The task:
Count every line in the data below where the word "Whether" appears, then state only that count.
##### Extracted data #####
def reads_as_flag(words: set[str]) -> bool:
    """Whether a column whose filled cells hold these (stripped) texts is a flag.

    Every text is one of TRUE_WORDS or FALSE_WORDS in any case (``Y``/``N``, ``yes``/``no``,
    ``T``/``F``, ``true``/``false``), with at most one spelling for each of the two values.
    Columns of 0 and 1 are flags too; they are told apart before text is looked at.

    >>> reads_as_flag({"Y", "N"}), reads_as_flag({"yes", "y"}), reads_as_flag({"x", "y"})
    (True, False, False)
    """
    lowered = {w.lower() for w in words}
    return bool(lowered) and lowered <= TRUE_WORDS | FALSE_WORDS and \
        len(lowered & TRUE_WORDS) <= 1 and len(lowered & FALSE_WORDS) <= 1


def detect_role(column: str, dtype: str, distinct: int, missing: int, n: int,
                 id_taken: bool) -> str:
    unique = distinct == n - missing and missing == 0 and n > 1
    if dtype == "array":
        return "array"
    if dtype == "boolean":
        return "flag"
    if dtype == "empty":
        return "text"
    if dtype in ("integer", "big integer", "rational", "real"):
        if not id_taken and unique and dtype == "integer" and column.strip().lower() in ID_NAMES:
            return "id"
        return "invariant"
    # text-valued columns
    if not id_taken and unique:
        return "id"
    if distinct <= max(20, int(0.05 * n)) and distinct < n:
        return "category"
    return "text"


def flag_spelling_warning(name: str, column: str, labels) -> str | None:
    """The warning for a category whose labels are all true/false words but in more than
    one spelling of a value (``Y`` beside ``True``): each spelling is then a class of its
    own, which is seldom what the table meant. None for any other column."""
    words = sorted({str(w).strip() for w in labels})
    lowered = {w.lower() for w in words}
    if len(words) < 3 or not lowered <= TRUE_WORDS | FALSE_WORDS or reads_as_flag(set(words)):
        return None
    return Note("flag_spellings", f"{name}: column {column!r} holds only true/false words, in "
                f"more than one spelling ({', '.join(words)}), so it is read as a category of "
                f"{len(words)} labels, each spelling a class of its own. Give the column the "
                "role flag, or write one spelling for each value (such as Y and N), to read it "
                "as a flag.", column=column, spellings=tuple(words))


def reads_as_boolean(words) -> bool:
    """Whether a column whose present cells are these words is read as true/false: the one
    rule of :func:`reads_as_flag`, under the name the partitioned reader uses."""
    return reads_as_flag({str(w).strip() for w in words})


def is_true_word(word) -> bool:
    """Whether a true/false word (any case, spaces around it ignored) means true."""
    return str(word).strip().lower() in TRUE_WORDS


def column_warnings(name: str, column: str, dtype: str, note: str, distinct: int, n: int,
                    role: str, labels=None) -> list[str]:
    """The loading warnings a typed column gives (big integers, empty, constant, true/false
    words in several spellings). ``labels``: a category's distinct labels, when known."""
    out = []
    if role == "category" and labels is not None:
        spelled = flag_spelling_warning(name, column, labels)
        if spelled:
            out.append(spelled)
    if dtype == "big integer":
        beyond = "2**53 and missing cells" if note == BEYOND_FLOAT_NOTE else "64 bits"
        out.append(Note(
            "big_integers",
            f"{name}: column {column!r} has integers beyond {beyond}; they are kept exact, "
            "and features derived from them use the signed log scale sign(x)*log10(1+|x|).",
            column=column))
    if dtype == "empty":
        out.append(Note("column_empty", f"{name}: column {column!r} is empty in every row.",
                        column=column))
    elif distinct == 1 and n > 1 and role != "id":
        out.append(Note("column_constant", f"{name}: column {column!r} is constant; it carries "
                        "no information.", column=column))
    return out


def reads_as_array_texts(brackets: int, filled: int) -> bool:
    """Whether a column of text cells (not numbers, flags or marked numbers) is read as
    arrays: when at least half of its ``filled`` cells start with ``[`` (``brackets``, after
    stripping spaces). Every filled cell must then be a JSON array.

    >>> reads_as_array_texts(3, 5), reads_as_array_texts(2, 5)
    (True, False)
    """
    return brackets > 0 and 2 * brackets >= filled


def from_decimal(value):
    """A Parquet decimal as an exact int or Fraction (NaN as missing, infinities as floats);
    any other value as it is. Both engines read decimals through it.

    >>> from_decimal(Decimal("3.50"))
    Fraction(7, 2)
    """
    if not isinstance(value, Decimal):
        return value
    if value.is_nan():
        return None
    if value.is_infinite():
        return float(value)
    exact = Fraction(value)
    return exact.numerator if exact.denominator == 1 else exact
#####
Problem solution:
4